Within the listing below, please show every line carrying the string "notFound".

## DATA
++++

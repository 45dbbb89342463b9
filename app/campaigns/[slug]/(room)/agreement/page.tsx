import type { Metadata } from 'next'
import { notFound } from 'next/navigation'
import { permitPage } from '@/app/_lib/page-permit'
import { AgreementView } from '@/components/agreement/agreement-view'
import { agreementReport } from '@/lib/work/reports/agreement-report'
import { ALERT_RULES } from '@/lib/work/reports/alert-thresholds'
import { LEAST_SHARED } from '@/lib/work/reports/pair-agreement'

export const metadata: Metadata = { title: 'Agreement' }

/** Leads with names, viewers with pseudonyms; graders judge best without it. */
export default async function AgreementPage({ params }: PageProps<'/campaigns/[slug]/agreement'>) {
  const { slug } = await params
  const { db, permit } = await permitPage(slug, 'read', '/agreement')
  if (permit.role === 'grader') notFound()
  return (
    <AgreementView
      report={await agreementReport(db, permit)}
      campaignPath={`/campaigns/${slug}`}
      fileName={slug}
      leastShared={LEAST_SHARED}
      alertRules={ALERT_RULES}
      pseudonyms={permit.role === 'viewer'}
    />
  )
}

++++

## RESULT
import { notFound } from 'next/navigation'
  if (permit.role === 'grader') notFound()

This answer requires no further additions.